━━━ Records for the task
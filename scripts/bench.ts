/**
 * Lotwise engine benchmark (`npm run bench` → tsx scripts/bench.ts).
 *
 * Measured side by side in one run on the same systems:
 *  1. point-solves per second (one point = every S_ij and group delay at one frequency) of
 *     - the compiled solver alone (createSweepEvaluator().evaluate in this thread),
 *     - full Monte Carlo runs (sampling + solve + rules + envelopes) on the worker pool with 1 and 2 workers,
 *     - the plain dense complex Gaussian-elimination baseline tests/oracles/dense-solver.ts (fewer trials, as a rate);
 *     on a 7th-order Butterworth low-pass ladder (10,000 trials × 201 points) and a 5th-order band-pass;
 *  2. peak memory (RSS of the process, which includes the worker threads, and the main heap; sampled
 *     every 20 ms) of a 1,000,000-trial run against a 100,000-trial run, to show it is flat in the trial count;
 *  3. distributed mode: one 30,000-trial run of the low-pass through BullMQ on a private redis-server
 *     (scripts/redis.ts, data in .tmp/redis-bench, a free port) with 1, 2 and 3 worker processes
 *     (workers/queue-worker.ts, 1 trial thread each; fastest of 2 runs), as ratios to 1 process, against the
 *     embedded 1-thread pool (the queue's overhead), and whether all results are byte-identical (toStoredResult).
 *     On a 2-core machine this shows overhead and scaling up to the core count only, not what more hosts would give.
 *  4. the `lotwise` command line's start: `--help` and a small `run` through the bundled CLI (bin/lotwise.js on
 *     dist/cli, scripts/build-cli.mjs) against the same commands run from the TypeScript sources through tsx (as
 *     `node --import tsx server/cli/main.ts`, and for --help also as the `tsx` command, how `npm run lotwise` started
 *     before the bundle), wall-clock per process, median of a few starts, and whether the outputs are identical.
 * Kept under ~6 minutes on 2 cores: the memory runs use a coarser grid (printed).
 * LOTWISE_BENCH_ONLY=distributed runs section 3 alone (a quick check of distributed mode), LOTWISE_BENCH_ONLY=cli
 * section 4 alone.
 */
import { spawnSync } from "node:child_process";
import { mkdtempSync, rmSync, writeFileSync } from "node:fs";
import { join } from "node:path";
import os from "node:os";
import { performance } from "node:perf_hooks";
import type { Netlist } from "../shared/engine/netlist";
import { compileNetlist, createSweepEvaluator, nominalValues } from "../shared/engine/solver";
import { buildFrequencyGrid } from "../shared/engine/frequency-grid";
import { synthesizeLadder } from "../shared/engine/synthesis/index";
import { createTrialPool } from "../workers/trial-pool";
import { denseSweep } from "./oracles/dense-solver";
import { Redis } from "ioredis";
import { startRedis, type RedisServer } from "./redis";
import { createDistributedDispatcher, type DistributedDispatcher } from "../server/engine/distributed-dispatcher";
import { toStoredResult } from "../server/services/run-queue";
import { createLogger } from "../server/logger";
import type { RunResult } from "../shared/engine/result";
import { freePort, startWorker, type WorkerProcess } from "./worker-process";

interface System {
  name: string;
  netlist: Netlist;
  limits: { rules: { metric: string; from: number; to: number; min?: number; max?: number }[] };
  sweep: { from: number; to: number; points: number; scale: "log" };
}

const withTolerance = (n: Netlist, tol: number): Netlist => ({ ...n, parts: n.parts.map((p) => ({ ...p, tolerance: tol })) });

const systems: System[] = [
  {
    name: "7th-order Butterworth low-pass, 100 MHz",
    netlist: withTolerance(synthesizeLadder({ family: "butterworth", type: "lowpass", order: 7, cutoff: 100e6 }), 0.05),
    limits: { rules: [{ metric: "s21_db", from: 1e6, to: 70e6, min: -1 }, { metric: "s21_db", from: 200e6, to: 1e9, max: -40 }, { metric: "s11_db", from: 1e6, to: 60e6, max: -15 }] },
    sweep: { from: 1e6, to: 1e9, points: 201, scale: "log" },
  },
  {
    name: "5th-order Butterworth band-pass, 90–110 MHz",
    netlist: withTolerance(synthesizeLadder({ family: "butterworth", type: "bandpass", order: 5, low: 90e6, high: 110e6 }), 0.02),
    limits: { rules: [{ metric: "s21_db", from: 95e6, to: 105e6, min: -1 }, { metric: "s21_db", from: 150e6, to: 1e9, max: -40 }] },
    sweep: { from: 10e6, to: 1e9, points: 201, scale: "log" },
  },
];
━━━━━━
→ **Task prompt**: Repeat each of the entries exactly as written.

→ **Answer section**:
filename scripts/bench.ts
/**
 * Lotwise engine benchmark (`npm run bench` → tsx scripts/bench.ts).
 *
 * Measured side by side in one run on the same systems:
 *  1. point-solves per second (one point = every S_ij and group delay at one frequency) of
 *     - the compiled solver alone (createSweepEvaluator().evaluate in this thread),
 *     - full Monte Carlo runs (sampling + solve + rules + envelopes) on the worker pool with 1 and 2 workers,
 *     - the plain dense complex Gaussian-elimination baseline tests/oracles/dense-solver.ts (fewer trials, as a rate);
 *     on a 7th-order Butterworth low-pass ladder (10,000 trials × 201 points) and a 5th-order band-pass;
 *  2. peak memory (RSS of the process, which includes the worker threads, and the main heap; sampled
 *     every 20 ms) of a 1,000,000-trial run against a 100,000-trial run, to show it is flat in the trial count;
 *  3. distributed mode: one 30,000-trial run of the low-pass through BullMQ on a private redis-server
 *     (scripts/redis.ts, data in .tmp/redis-bench, a free port) with 1, 2 and 3 worker processes
 *     (workers/queue-worker.ts, 1 trial thread each; fastest of 2 runs), as ratios to 1 process, against the
 *     embedded 1-thread pool (the queue's overhead), and whether all results are byte-identical (toStoredResult).
 *     On a 2-core machine this shows overhead and scaling up to the core count only, not what more hosts would give.
 *  4. the `lotwise` command line's start: `--help` and a small `run` through the bundled CLI (bin/lotwise.js on
 *     dist/cli, scripts/build-cli.mjs) against the same commands run from the TypeScript sources through tsx (as
 *     `node --import tsx server/cli/main.ts`, and for --help also as the `tsx` command, how `npm run lotwise` started
 *     before the bundle), wall-clock per process, median of a few starts, and whether the outputs are identical.
 * Kept under ~6 minutes on 2 cores: the memory runs use a coarser grid (printed).
 * LOTWISE_BENCH_ONLY=distributed runs section 3 alone (a quick check of distributed mode), LOTWISE_BENCH_ONLY=cli
 * section 4 alone.
 */
import { spawnSync } from "node:child_process";
import { mkdtempSync, rmSync, writeFileSync } from "node:fs";
import { join } from "node:path";
import os from "node:os";
import { performance } from "node:perf_hooks";
import type { Netlist } from "../shared/engine/netlist";
import { compileNetlist, createSweepEvaluator, nominalValues } from "../shared/engine/solver";
import { buildFrequencyGrid } from "../shared/engine/frequency-grid";
import { synthesizeLadder } from "../shared/engine/synthesis/index";
import { createTrialPool } from "../workers/trial-pool";
import { denseSweep } from "./oracles/dense-solver";
import { Redis } from "ioredis";
import { startRedis, type RedisServer } from "./redis";
import { createDistributedDispatcher, type DistributedDispatcher } from "../server/engine/distributed-dispatcher";
import { toStoredResult } from "../server/services/run-queue";
import { createLogger } from "../server/logger";
import type { RunResult } from "../shared/engine/result";
import { freePort, startWorker, type WorkerProcess } from "./worker-process";

interface System {
  name: string;
  netlist: Netlist;
  limits: { rules: { metric: string; from: number; to: number; min?: number; max?: number }[] };
  sweep: { from: number; to: number; points: number; scale: "log" };
}

const withTolerance = (n: Netlist, tol: number): Netlist => ({ ...n, parts: n.parts.map((p) => ({ ...p, tolerance: tol })) });

const systems: System[] = [
  {
    name: "7th-order Butterworth low-pass, 100 MHz",
    netlist: withTolerance(synthesizeLadder({ family: "butterworth", type: "lowpass", order: 7, cutoff: 100e6 }), 0.05),
    limits: { rules: [{ metric: "s21_db", from: 1e6, to: 70e6, min: -1 }, { metric: "s21_db", from: 200e6, to: 1e9, max: -40 }, { metric: "s11_db", from: 1e6, to: 60e6, max: -15 }] },
    sweep: { from: 1e6, to: 1e9, points: 201, scale: "log" },
  },
  {
    name: "5th-order Butterworth band-pass, 90–110 MHz",
    netlist: withTolerance(synthesizeLadder({ family: "butterworth", type: "bandpass", order: 5, low: 90e6, high: 110e6 }), 0.02),
    limits: { rules: [{ metric: "s21_db", from: 95e6, to: 105e6, min: -1 }, { metric: "s21_db", from: 150e6, to: 1e9, max: -40 }] },
    sweep: { from: 10e6, to: 1e9, points: 201, scale: "log" },
  },
];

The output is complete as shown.